Deve ser dada especial atenção ao processo de renegociação da dívida dos agricultores brasileiros, concentrada, segundo estudo de 2006, dos professores José Graziano da Silva e Mauro Del Grossi, nos produtores que haviam tomado empréstimos de R$ 200 mil ou mais. Com efeito, nas negociações que resultaram no programa de securitização de 1995, os contratos de até R$ 50 mil representavam 65% do número total de operações e 8% dos recursos; já os contratos acima de R$ 200 mil compunham 14% das operações e 71% do estoque da dívida. Na renegociação dos contratos maiores, alguns anos depois, conhecida como Programa Especial de Saneamento de Ativos (PESA), a participação dos pequenos contratos, de até R$ 50 mil, somava 19% das operações e praticamente nada do estoque do endividamento do setor. Já as grandes operações (acima de R$ 200 mil) respondiam por 50% dos contratos e 98% do total dívida. Isso indica que a política de financiamento, em termos de custo para o Estado, tem uma contrapartida importante nos gastos quando a situação de endividamento passa a desempenhar um papel importante nas negociações entre governo e produtores rurais em torno das políticas agrícolas.

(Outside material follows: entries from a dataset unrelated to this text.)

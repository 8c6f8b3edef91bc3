// One malformed request for a server action, as React's client would frame it (multipart: field
// "0" the argument list, "_1_<name>" the form's fields; header Next-Action) and then broken: the
// envelope (origin, media type, length, cut-off body, argument list, action id), or the form's
// fields (wrong values, missing, files, junk keys). Harmless by construction like cases.ts: an
// envelope refused before the action runs, no form reaching it, a resource id no row has, a
// stranger or no session, or — for the public actions without a resource — a field that can't be
// valid (PUBLIC_BREAKERS). A new public action fails the test until it has a line there.
import { APP_ORIGIN } from "../access/client";
import { type Case, PERMITTED, type Persona } from "./cases";
import { type Rng, brokenMultipart, multipart, wrongFormValue } from "./values";
import { type ActionTarget, STRANGER, type World, idKind, madeUpId, realValue } from "./world";

const noAt = (rng: Rng) => wrongFormValue(rng).replaceAll("@", "");

/** For each action with no resource: a field value that can't pass its schema, or null (only broken envelopes). */
export const PUBLIC_BREAKERS: Record<string, ((rng: Rng) => Record<string, string>) | null> = {
  signInWithPassword: (rng) => ({ email: noAt(rng) }),
  requestOwnerLink: (rng) => ({ email: noAt(rng) }),
  // Not 43 characters of [A-Za-z0-9_-].
  signInWithLink: (rng) => ({ token: rng.pick([rng.string(42), rng.string(44), `${rng.string(42)}!`, "", "x".repeat(10_000)]) }),
  // Over the 200 characters the schema allows.
  unsubscribeAction: (rng) => ({ token: "x".repeat(201 + rng.int(20_000)) }),
  // Staff accounts (issue 16 §3): a token of the wrong shape, an address with no @, a current password over the cap.
  acceptInviteAction: (rng) => ({ token: rng.pick([rng.string(42), rng.string(44), `${rng.string(42)}!`, ""]) }),
  resetPasswordAction: (rng) => ({ token: rng.pick([rng.string(42), rng.string(44), `${rng.string(42)}!`, ""]) }),
  requestPasswordResetAction: (rng) => ({ email: noAt(rng) }),
  changeOwnPasswordAction: (rng) => ({ current: "x".repeat(401 + rng.int(5_000)) }),
  // A new shop (issue 16 §1): an address with no @; a confirmation token of the wrong shape.
  startShopAction: (rng) => ({ email: noAt(rng) }),
  confirmShopAction: (rng) => ({ token: rng.pick([rng.string(42), rng.string(44), `${rng.string(42)}!`, ""]) }),
  // A booking request from the public page (issue 16 §6): an address with no @.
  requestBookingAction: (rng) => ({ email: noAt(rng) }),
  // Any form at all is valid for these: they get broken envelopes only.
  signOutAction: null,
  signOutEverywhereAction: null,
};

type Root = { text: string | null; form: "yes" | "empty" | "none" };
const ROOTS: Root[] = [
  { text: '[null,"$K2"]', form: "empty" },
  { text: "[]", form: "none" },
  { text: "[null]", form: "none" },
  { text: "[null,null]", form: "none" },
  { text: "[null,{}]", form: "none" },
  { text: '[null,"$$K1"]', form: "none" },
  { text: "null", form: "none" },
  { text: "{}", form: "none" },
  { text: "42", form: "none" },
  { text: '"x"', form: "none" },
  { text: "[", form: "none" },
  { text: '[null,"$@1"]', form: "none" },
  { text: '[null,"$Q1"]', form: "none" },
  { text: '["$T","$K1"]', form: "none" },
  { text: '[null,"$F1"]', form: "none" },
  { text: '[null,"$B1"]', form: "none" },
  { text: `[${"[".repeat(3000)}${"]".repeat(3000)},"$K1"]`, form: "none" },
  { text: null, form: "none" },
];

export function actionCase(rng: Rng, t: ActionTarget, world: World): Case {
  const name = t.decl.name;
  const breaker = t.decl.resource ? undefined : PUBLIC_BREAKERS[name];
  if (breaker === undefined && !t.decl.resource) throw new Error(`fuzz: ${t.id} has no resource: add how to break its form to PUBLIC_BREAKERS (tests/e2e/fuzz/action-cases.ts)`);
  const persona: Persona = rng.pick<Persona>(["anonymous", STRANGER, STRANGER, ...PERMITTED]);
  const reasons: string[] = [];
  const envelopeOnly = breaker === null;
  // The form's own fields.
  const fields: Record<string, string> = {};
  const files: [string, { file: string; type: string; data: Buffer }][] = [];
  for (const field of t.fields) {
    const roll = rng.next();
    if (roll < 0.12) continue;
    if (roll < 0.2) files.push([field, { file: rng.pick(["x.txt", "", "../x"]), type: rng.pick(["text/plain", "image/png", ""]), data: Buffer.alloc(rng.int(2048), 65) }]);
    else fields[field] = wrongFormValue(rng);
  }
  const strangerMay = (persona === STRANGER || persona === "anonymous") && t.decl.permission !== "public";
  for (const field of t.resourceFields) {
    const kind = idKind(field, "form");
    const real = strangerMay && rng.chance(0.6) ? realValue(rng, field, "form", world) : null;
    fields[field] = real ?? (kind && rng.chance(0.85) ? madeUpId(rng, kind, world) : wrongFormValue(rng));
    if (real === null) reasons.push(kind ? `made-up ${field}` : `malformed ${field}`);
  }
  if (strangerMay) reasons.push(persona === STRANGER ? "stranger to the row" : "no session");
  if (breaker) {
    Object.assign(fields, breaker(rng));
    reasons.push("a field that can't pass the schema");
  }
  // Keys that are special to objects, and one the schema doesn't know.
  const junk: [string, string][] = rng.chance(0.15) ? [["__proto__", "x"], ["constructor", "x"], [rng.string(6), wrongFormValue(rng)]] : [];

  let root: Root = { text: '[null,"$K1"]', form: "yes" };
  let mutation = "form:wrong-values";
  if (rng.chance(0.2) || envelopeOnly) {
    root = rng.pick(ROOTS.filter((r) => !envelopeOnly || r.form === "none"));
    mutation = "envelope:arguments";
    if (root.form === "none") reasons.unshift("no form reaches the action");
  }
  const boundary = `----fuzz${rng.string(16)}`;
  const parts: [string, string | { file: string; type: string; data: Buffer }][] = [];
  if (root.text !== null) parts.push(["0", root.text]);
  for (const [k, v] of Object.entries(fields)) parts.push([`_1_${k}`, v], ...(rng.chance(0.05) ? ([[`_1_${k}`, wrongFormValue(rng)]] as [string, string][]) : []));
  for (const [k, v] of [...files, ...junk]) parts.push([`_1_${k}`, v]);
  let body = multipart(parts, boundary);
  const headers: Record<string, string> = { "next-action": t.actionId, accept: "text/x-component", origin: APP_ORIGIN, "content-type": `multipart/form-data; boundary=${boundary}` };
  const c: Case = { target: t.id, mutation, safe: "", persona, method: "POST", path: t.page, headers, body, expect: "action" };

  // A broken envelope, refused before the action is looked up (and, for the sign-outs, always one).
  if (rng.chance(0.3) || (envelopeOnly && root.form !== "none")) {
    const how = rng.pick(["origin", "site", "host", "type", "chunked", "too-long", "cut", "action-id", "no-js"] as const);
    c.mutation = `envelope:${how}`;
    reasons.unshift(how === "action-id" ? "no such action" : "envelope refused");
    if (how === "origin") headers.origin = rng.pick(["http://127.0.0.1:3999", "null", "https://elsewhere.test", "garbage", "http://localhost"]);
    if (how === "site") headers["sec-fetch-site"] = rng.pick(["cross-site", "same-site"]);
    if (how === "host") headers["x-forwarded-host"] = rng.pick(["elsewhere.test", "localhost:1", ",", "a,b"]);
    if (how === "type") headers["content-type"] = rng.pick(["application/json", "text/plain;charset=UTF-8", "application/x-www-form-urlencoded", "", "multipart/mixed; boundary=x", "Multipart/Form-Data"]);
    if (how === "chunked") c.framing = "chunked";
    if (how === "too-long") c.framing = { declaredLength: Math.max(body.length + 1, rng.pick([6 * 1024 * 1024 + 1, 2 ** 32, 99_999_999_999])) };
    if (how === "cut") body = brokenMultipart(rng, body, boundary);
    if (how === "action-id") headers["next-action"] = rng.pick([`7f${rng.string(40, "0123456789abcdef")}`, rng.string(42, "0123456789abcdef"), "x", "", "toString", "__proto__", "a".repeat(5000), "%ZZ"]);
    if (how === "no-js") {
      // A no-JS form post naming the action, with a broken descriptor: refused by the proxy.
      delete headers["next-action"];
      headers.accept = "text/html";
      body = multipart([["$ACTION_REF_1", ""], ["$ACTION_1:0", rng.pick([`{"id":"${t.actionId}",`, "{", "[]", `{"id":5}`])], ["$ACTION_1:1", rng.pick(["[", "[null]"])], ...Object.entries(fields)], boundary);
      c.expect = "page";
    }
    c.body = body;
  } else if (rng.chance(0.006)) {
    // Over the 6 MB limit for real, with the length said.
    c.body = Buffer.concat([body, Buffer.alloc(6 * 1024 * 1024 + 1, 120)]);
    c.mutation = "envelope:over-6MB";
    reasons.unshift("envelope refused");
  }
  // Nothing above rules a write out (a public action with a real-looking form): should not happen.
  if (reasons.length === 0) throw new Error(`fuzz: the case for ${t.id} has nothing that keeps it harmless (${c.mutation})`);
  c.safe = reasons[0]!;
  return c;
}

Entre 2002 e 2005 foram comprometidos, segundo o referido estudo do Ipea, cerca de R$ 9 bilhões na renegociação das dívidas, subdivididos entre a dívida mobiliária propriamente dita, encargos dos diferentes programas e a remuneração dos bancos. Assim, levando-se em conta que a maior parte desse custo refere-se ao refinanciamento de grandes agricultores, parece adequado dizer que o gasto do governo com o setor patronal n
ão deve ser compreendido apenas pelas despesas da função “agricultura” do MAPA (declinantes), mas integrar igualmente, os gastos com o carregamento da dívida (ascendentes). Atente-se para o fato, ainda, de que até aqui se tratou apenas do custo público do carregamento da dívida, e não do estoque (privado) da dívida propriamente dito. Este último tem sido estimado em um montante que varia de R$ 80 a R$ 131 bilhões, de acordo com a fonte consultada, como foi amplamente noticiado pela mídia nos últimos 20dias. Talvez seja o caso de nos questionarmos acerca da sustentabilidade desse modelo e seu rebatimento sobre o contexto do meio rural brasileiro. Sobretudo se levarmos em consideração o aumento dos recursos do sistema de crédito rural a juros controlados e sua distribuição desigual entre os diferentes segmentos de agricultores.

* Sérgio Pereira Leite é professor do Programa de Pós-Graduação de Ciências Sociais em Desenvolvimento, Agricultura e Sociedade da Universidade Federal Rural do Rio de Janeiro (CPDA/UFRRJ) e coordenador do Observatório de Políticas Públicas para a Agricultura (OPPA/CPDA).